- _Required work_
Show, in full, each line of the data that contains "pairsConsulted".
+++ Provided records
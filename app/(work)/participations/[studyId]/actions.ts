'use server'

import { z } from 'zod'
import { requestExtension } from '@/lib/use-cases/laboratories/request-extension'
import { formAction } from '@/lib/web/form-action'

/** Sends the laboratory's wish for more time to the coordinators. */
export const requestExtensionAction = formAction({
  input: z.object({ studyId: z.uuid(), message: z.string() }),
  run: requestExtension,
  then: () => ({ message: 'Sent to the coordinator. The answer comes by mail.' }),
})
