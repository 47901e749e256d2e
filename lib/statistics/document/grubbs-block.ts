import type { GrubbsBlock, GrubbsProposal, GrubbsTestBlock } from '@/lib/statistics/analysis-document'
import type { CellSummary } from '@/lib/statistics/cells'
import { withReasons } from '@/lib/statistics/document/attempt'
import { outlierLevel } from '@/lib/statistics/document/consistency-blocks'
import { grubbsPair, grubbsPairCritical } from '@/lib/statistics/grubbs-pair'
import { type End, grubbsSingle, grubbsSingleCritical } from '@/lib/statistics/grubbs-single'

/**
 * The four tests on cell means, each with a level of its own, and what they propose in their order.
 *
 * Variant: an end beyond 1 % is set aside in thought before the other is looked at, and pairs are then not consulted.
 * Tests that do not exist are `null` with the reason of `grubbsSingle` or `grubbsPair`.
 *
 * Source: ISO 5725-2:1994, 7.3.4.
 */
export function grubbsBlock(summaries: readonly CellSummary[]): GrubbsBlock {
  const pair = (end: End) =>
    testBlock({
      test: () => {
        const { laboratories, statistic, pValue } = grubbsPair(summaries, end)
        return { laboratories: [...laboratories], statistic, pValue }
      },
      critical: (alpha) => grubbsPairCritical(summaries.length, alpha),
    })
  const [high, low] = [singleBlock(summaries, 'high'), singleBlock(summaries, 'low')]
  const [pairHigh, pairLow] = [pair('high'), pair('low')]
  return { high, low, pairHigh, pairLow, ...inOrder(summaries, { high, low, pairHigh, pairLow }) }
}

function singleBlock(summaries: readonly CellSummary[], end: End): GrubbsTestBlock {
  return testBlock({
    test: () => {
      const { laboratory, statistic, pValue } = grubbsSingle(summaries, end)
      return { laboratories: [laboratory], statistic, pValue }
    },
    critical: (alpha) => grubbsSingleCritical(summaries.length, alpha),
  })
}

/** ISO 5725-2, 7.3.4: an end beyond 1 % is set aside in thought before the other is looked at, and pairs are then no matter. */
function inOrder(
  summaries: readonly CellSummary[],
  tests: Pick<GrubbsBlock, 'high' | 'low' | 'pairHigh' | 'pairLow'>,
): Pick<GrubbsBlock, 'proposed' | 'pairsConsulted'> {
  const { high, low, pairHigh, pairLow } = tests
  const end = furtherEnd(high, low)
  if (end === null) {
    const proposed = [
      ...proposalOf('high', high),
      ...proposalOf('low', low),
      ...proposalOf('pairHigh', pairHigh),
      ...proposalOf('pairLow', pairLow),
    ]
    return { proposed, pairsConsulted: pairHigh.statistic !== null }
  }
  const other = end === 'high' ? 'low' : 'high'
  const [aside] = tests[end].laboratories
  const remaining = summaries.filter(({ laboratory }) => laboratory !== aside)
  return {
    proposed: [...proposalOf(end, tests[end]), ...proposalOf(other, singleBlock(remaining, other))],
    pairsConsulted: false,
  }
}

/** The end beyond 1 %; of two, the one that is further out. */
function furtherEnd(high: GrubbsTestBlock, low: GrubbsTestBlock): End | null {
  if (high.level === 'outlier' && low.level === 'outlier') return low.pValue! < high.pValue! ? 'low' : 'high'
  if (high.level === 'outlier') return 'high'
  return low.level === 'outlier' ? 'low' : null
}

function proposalOf(
  test: GrubbsProposal['test'],
  { laboratories, level }: GrubbsTestBlock,
): GrubbsProposal[] {
  return level === null || level === 'none' ? [] : [{ laboratories, test, level }]
}

function testBlock(one: {
  test: () => { laboratories: string[]; statistic: number; pValue: number }
  critical: (alpha: number) => number
}): GrubbsTestBlock {
  return withReasons((attempt) => {
    const found = attempt('statistic', one.test)
    return {
      laboratories: found?.laboratories ?? [],
      statistic: found?.statistic ?? null,
      critical: withReasons((inner) => ({
        '0.05': inner('0.05', () => one.critical(0.05)),
        '0.01': inner('0.01', () => one.critical(0.01)),
      })),
      pValue: found?.pValue ?? null,
      level: found === null ? null : outlierLevel(found.pValue),
    }
  })
}
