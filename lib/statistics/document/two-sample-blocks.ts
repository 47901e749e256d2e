import type { MaterialAnalysis, TwoSamplePlot } from '@/lib/statistics/analysis-document'
import type { CellSummary } from '@/lib/statistics/cells'
import {
  type Attempt,
  notComputable,
  OUT_OF_RANGE,
  required,
  withReasons,
} from '@/lib/statistics/document/attempt'
import { median } from '@/lib/statistics/median'
import { areMeansEqual } from '@/lib/statistics/spread-of-means'
import {
  correlation,
  ellipse,
  ownPValue,
  type PlotPoint,
  plotSpread,
  predictionFactor,
  squaredDistance,
} from '@/lib/statistics/two-sample-plot'

/** A material as a two-sample plot sees it: cell means as deviations, and the way back. */
export type PlottedMaterial = {
  material: MaterialAnalysis['material']
  summaries: readonly CellSummary[]
  restore: (deviation: number) => number
}

/**
 * The two-sample plot of a pair of materials over the laboratories that have both: points, medians, ellipse, and each
 * point's own p-value. Lengths are in the unit of the results, restored from deviations.
 *
 * What too few laboratories do not give is `null` (`too-few-laboratories`), and so is what no double holds
 * (`out-of-range`). Source: Youden 1959; `two-sample-plot.ts`.
 */
export function twoSampleBlock(x: PlottedMaterial, y: PlottedMaterial): TwoSamplePlot {
  const onY = new Map(y.summaries.map((summary) => [summary.laboratory, summary]))
  const ofX = x.summaries.filter(({ laboratory }) => onY.has(laboratory))
  const xs = meansToPlot(ofX)
  const ys = meansToPlot(ofX.map(({ laboratory }) => onY.get(laboratory)!))
  const common = ofX.map(({ laboratory }, index) => ({ laboratory, x: xs[index]!, y: ys[index]! }))

  return withReasons((attempt) => {
    const spread = attempt('covariance', () => plotSpread(common))
    const factor = attempt('factor', () => predictionFactor(common.length))
    const shape = attempt('angle', () => ellipse(required(spread, TOO_FEW), required(factor, TOO_FEW)))
    return {
      x: x.material,
      y: y.material,
      laboratories: common.length,
      mean: pairOf(attempt, 'mean', () => {
        const { mean } = required(spread, TOO_FEW)
        return [x.restore(mean[0]), y.restore(mean[1])]
      }),
      median: pairOf(attempt, 'median', () => {
        const middle = medianPoint(common)
        return [x.restore(middle.x), y.restore(middle.y)]
      }),
      sd: pairOf(attempt, 'sd', () => required(spread, TOO_FEW).sd),
      covariance: spread?.covariance ?? null,
      correlation: attempt('correlation', () => correlation(required(spread, TOO_FEW))),
      factor,
      semiAxes: pairOf(attempt, 'semiAxes', () => required(shape, TOO_FEW).semiAxes),
      angle: shape?.angle ?? null,
      points: common.map((point) =>
        withReasons((inner) => {
          const distance2 = inner('distance2', () => squaredDistance(required(spread, TOO_FEW), point))
          return {
            laboratory: point.laboratory,
            x: x.restore(point.x),
            y: y.restore(point.y),
            distance2,
            pValue: distance2 === null ? null : inner('pValue', () => ownPValue(distance2, common.length)),
          }
        }),
      ),
    }
  })
}

const TOO_FEW = 'Too few laboratories have both materials.'

/** The means in their order; one and the same where they differ by rounding alone, which has no correlation with anything. */
function meansToPlot(summaries: readonly CellSummary[]): number[] {
  const first = summaries[0]?.mean ?? 0
  return areMeansEqual(summaries) ? summaries.map(() => first) : summaries.map(({ mean }) => mean)
}

/** A figure of each material under one key, which has the reason where either is missing. */
function pairOf(
  attempt: Attempt,
  key: string,
  compute: () => [number, number],
): [number | null, number | null] {
  const found = attempt(key, compute) ?? [null, null]
  const inRange = found.map((one) => (one !== null && Number.isFinite(one) ? one : null))
  if (found[0] !== null && inRange.includes(null)) {
    attempt(key, () => notComputable('out-of-range', OUT_OF_RANGE))
  }
  return [inRange[0]!, inRange[1]!]
}

function medianPoint(points: readonly PlotPoint[]): PlotPoint {
  if (points.length === 0) notComputable('too-few-laboratories', TOO_FEW)
  return { x: median(points.map(({ x }) => x)), y: median(points.map(({ y }) => y)) }
}
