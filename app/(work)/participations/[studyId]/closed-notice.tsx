import { Notice } from '@/app/ui/primitives/notice'
import type { ParticipationView } from '@/lib/use-cases/returns/read-participation'
import { paths } from '@/lib/web/paths'

/** Where returning is no longer, or not yet, possible: said before anyone types for nothing. */
export function ClosedNotice({ view }: { view: ParticipationView }) {
  if (view.whyNot === null) return null
  if (view.whyNot === 'not-open')
    return (
      <Notice tone="warn" title="The study takes no returns at the moment">
        <p>
          What was entered is kept. The coordinators ({view.study.organisation}) can say whether results may
          still count.
        </p>
      </Notice>
    )
  return (
    <Notice tone="warn" title={`The deadline passed on ${view.due.text} in ${view.due.zoneText}`}>
      <p>
        What was entered is kept, but cannot be returned now.{' '}
        <a href={`${paths.participation(view.studyId)}#more-time`} className="prose-link">
          Ask the coordinator for more time
        </a>
        .
      </p>
    </Notice>
  )
}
++++++
- _Response below_
): Pick<GrubbsBlock, 'proposed' | 'pairsConsulted'> {
    return { proposed, pairsConsulted: pairHigh.statistic !== null }
    pairsConsulted: false,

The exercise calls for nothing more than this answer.